Note: you may need to restart the kernel to use updated packages.


In [1]:
pip install -r requirements.txt

Collecting tensorflow==2.11.0
  Using cached tensorflow-2.11.0-cp39-cp39-win_amd64.whl (1.9 kB)
Collecting imblearn==0.0
  Using cached imblearn-0.0-py2.py3-none-any.whl (1.9 kB)
Collecting tensorflow-intel==2.11.0
  Using cached tensorflow_intel-2.11.0-cp39-cp39-win_amd64.whl (266.3 MB)
Installing collected packages: imblearn, tensorflow-intel, tensorflow
Successfully installed imblearn-0.0 tensorflow-2.11.0 tensorflow-intel-2.11.0
Note: you may need to restart the kernel to use updated packages.


In [1]:
# Check if GPU is being used.

import tensorflow as tf
tf.test.gpu_device_name()

''

In [28]:
import pandas as pd

# Loading the downloaded dataset
df = pd.read_csv("urldata.csv")
df.head(10)

Unnamed: 0.1,Unnamed: 0,url,label,result
0,0,https://www.google.com,benign,0
1,1,https://www.youtube.com,benign,0
2,2,https://www.facebook.com,benign,0
3,3,https://www.baidu.com,benign,0
4,4,https://www.wikipedia.org,benign,0
5,5,https://www.reddit.com,benign,0
6,6,https://www.yahoo.com,benign,0
7,7,https://www.google.co.in,benign,0
8,8,https://www.qq.com,benign,0
9,9,https://www.amazon.com,benign,0


In [29]:
#Removing the unnamed columns as it is not necesary.
df = df.drop('Unnamed: 0',axis=1)

#Show info
df.info()

<class 'pandas.core.frame.DataFrame'>
RangeIndex: 450176 entries, 0 to 450175
Data columns (total 3 columns):
 #   Column  Non-Null Count   Dtype 
---  ------  --------------   ----- 
 0   url     450176 non-null  object
 1   label   450176 non-null  object
 2   result  450176 non-null  int64 
dtypes: int64(1), object(2)
memory usage: 10.3+ MB


In [30]:
df.shape

(450176, 3)

In [31]:
# Printing number of benign and malcious URLs
df["label"].value_counts()

benign       345738
malicious    104438
Name: label, dtype: int64

# 2.0 Data Preprocessing
No data cleaning since there are no missing values.

## 2.1 Feature Extraction
The initial dataset only consists of legit and malicious URLs, together with labels and results. In this stage, useful features are extracted from the URLs to improve the dataset further. A total of **19 features** are extracted to make the dataset more suitable for training ML models. 

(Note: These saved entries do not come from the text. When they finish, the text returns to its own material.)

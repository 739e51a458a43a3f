import { eq } from 'drizzle-orm';
import { passwordMatches } from '#server/auth/passwords.ts';
import { users } from '#server/db/schema/users.ts';
import { ServiceError } from '#server/service-error.ts';
import type { ServiceContext } from '#server/services/context.ts';
import type { SignInRequest } from '#shared/api/auth.ts';
import { attemptOf, countAsFailed, forgive } from './sign-in-limits.ts';

/** @returns the token for the cookie. Unknown address and wrong password: the same answer after the same work. */
export async function signIn(
  ctx: ServiceContext,
  request: SignInRequest,
  address: string,
): Promise<{ readonly userId: string; readonly token: string }> {
  const attempt = attemptOf(request.email, address);
  await countAsFailed(ctx, attempt);
  const [user] = await ctx.db.select({ id: users.id, passwordHash: users.passwordHash }).from(users).where(eq(users.email, request.email));
  const matches = await passwordMatches(user?.passwordHash ?? null, request.password);
  if (!user || !matches) throw new ServiceError('SIGN_IN_FAILED', 'Address and password do not belong together. Check both and try again.');
  await forgive(ctx, attempt);
  return { userId: user.id, token: await ctx.authSessions.begin(user.id) };
}
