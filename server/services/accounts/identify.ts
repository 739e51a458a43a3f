import { and, eq, gt, isNull } from 'drizzle-orm';
import { type Actor, ANONYMOUS } from '#server/auth/actor.ts';
import { sha256Hex } from '#server/auth/tokens.ts';
import { uploadGrants } from '#server/db/schema/upload-grants.ts';
import { ServiceError } from '#server/service-error.ts';
import type { ServiceDeps } from '#server/services/context.ts';

/** The person behind a sign-in cookie's token, or nobody. */
export async function identifyByCookie(deps: ServiceDeps, token: string | null): Promise<Actor> {
  const person = token === null ? null : await deps.authSessions.check(token);
  return person === null ? ANONYMOUS : { kind: 'user', userId: person.userId };
}

/** The entry behind an upload grant. @throws ServiceError GRANT_INVALID where it is unknown, run out or revoked. */
export async function identifyByGrant(deps: ServiceDeps, token: string | null): Promise<Actor> {
  const [grant] =
    token === null
      ? []
      : await deps.db
          .select({ id: uploadGrants.id, entryId: uploadGrants.entryId, userId: uploadGrants.issuedTo })
          .from(uploadGrants)
          .where(
            and(
              eq(uploadGrants.tokenHash, sha256Hex(token)),
              isNull(uploadGrants.revokedAt),
              gt(uploadGrants.expiresAt, new Date(deps.now())),
            ),
          );
  if (!grant)
    throw new ServiceError(
      'GRANT_INVALID',
      'This tablet’s upload grant has run out or was revoked. Sign in on it, or load the course again.',
    );
  return { kind: 'grant', grantId: grant.id, entryId: grant.entryId, userId: grant.userId };
}
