import { isCommonPassword } from '#server/auth/common-passwords.ts';
import { hashPassword } from '#server/auth/passwords.ts';
import { violatedUnique } from '#server/db/connect.ts';
import { memberships } from '#server/db/schema/memberships.ts';
import { teams } from '#server/db/schema/teams.ts';
import { users } from '#server/db/schema/users.ts';
import { ServiceError } from '#server/service-error.ts';
import type { ServiceContext } from '#server/services/context.ts';
import type { SignUpRequest } from '#shared/api/auth.ts';

/** Makes the person, the team, and the person its manager; signs in. */
export async function signUp(ctx: ServiceContext, request: SignUpRequest): Promise<{ readonly userId: string; readonly token: string }> {
  if (isCommonPassword(request.password) || request.password.toLowerCase() === request.email) {
    throw new ServiceError(
      'PASSWORD_TOO_COMMON',
      'That password is among the first anyone would try. Choose another; three unrelated words are good.',
    );
  }
  const passwordHash = await hashPassword(request.password);
  const userId = await createAccount(ctx, request, passwordHash);
  return { userId, token: await ctx.authSessions.begin(userId) };
}

async function createAccount(ctx: ServiceContext, request: SignUpRequest, passwordHash: string): Promise<string> {
  try {
    return await ctx.db.transaction(async (tx) => {
      const [user] = await tx.insert(users).values({ email: request.email, name: request.name, passwordHash }).returning({ id: users.id });
      const [team] = await tx.insert(teams).values({ name: request.teamName }).returning({ id: teams.id });
      if (!user || !team) throw new Error('insert returned no row');
      await tx.insert(memberships).values({ teamId: team.id, userId: user.id, role: 'manager' });
      return user.id;
    });
  } catch (error) {
    if (violatedUnique(error) !== 'users_email_key') throw error;
    throw new ServiceError('EMAIL_TAKEN', 'There is an account with this address. Sign in instead.');
  }
}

These extracted features are categorized into 
1. length-based
2. count-based 
3. binary features

### 2.1.1 Length Features
Features:
1. Length of URL
2. Length of Hostname
3. Length of Path
4. Length of First Directory
5. Length of Top Level Domain


In [32]:
#Importing dependencies
from urllib.parse import urlparse
import os.path

# changing dataframe variable
urldata = df

In [33]:
#Length of URL (Phishers can use long URL to hide the doubtful part in the address bar)
urldata['url_length'] = urldata['url'].apply(lambda i: len(str(i)))

#Length of Hostname
urldata['hostname_length'] = urldata['url'].apply(lambda i: len(urlparse(i).netloc))

#Length of Path
urldata['path_length'] = urldata['url'].apply(lambda i: len(urlparse(i).path))
     

In [34]:
#Length of First Directory
def fd_length(url):
    urlpath= urlparse(url).path
    try:
        return len(urlpath.split('/')[1])
    except:
        return 0

urldata['fd_length'] = urldata['url'].apply(lambda i: fd_length(i))

In [35]:
pip install tld




In [36]:
#Length of Top Level Domain

from tld import get_tld

urldata['tld'] = urldata['url'].apply(lambda i: get_tld(i,fail_silently=True))

def tld_length(tld):
    try:
        return len(tld)
    except:
        return -1
    
df['tld_length'] = urldata['tld'].apply(lambda i: tld_length(i))

In [37]:
#Removing the tld column as it is not necesary.
urldata = urldata.drop('tld',axis=1)

# printing first few rows
urldata.head(10)

Unnamed: 0,url,label,result,url_length,hostname_length,path_length,fd_length,tld_length
0,https://www.google.com,benign,0,22,14,0,0,3
1,https://www.youtube.com,benign,0,23,15,0,0,3
2,https://www.facebook.com,benign,0,24,16,0,0,3
3,https://www.baidu.com,benign,0,21,13,0,0,3
4,https://www.wikipedia.org,benign,0,25,17,0,0,3
5,https://www.reddit.com,benign,0,22,14,0,0,3
6,https://www.yahoo.com,benign,0,21,13,0,0,3
7,https://www.google.co.in,benign,0,24,16,0,0,5
8,https://www.qq.com,benign,0,18,10,0,0,3
9,https://www.amazon.com,benign,0,22,14,0,0,3


### 2.1.2 Count Features
Features:
1. Count of ‘-’
2. Count of ‘@’
3. Count of ‘?’
4. Count of ‘%’
5. Count of ‘.’
6. Count of ‘=’
7. Count of 'HTTP'
8. Count of 'HTTPS'
8. Count of 'www'
9. Count of Letters
10. Count of Digits
11. Count of Number Of Directories


In [48]:
# Count of how many times a special character appears in url

## Spammers have jumped on the little-used soft hyphen (or SHY character) to fool URL filtering devices.
urldata['count-'] = urldata['url'].apply(lambda i: i.count('-'))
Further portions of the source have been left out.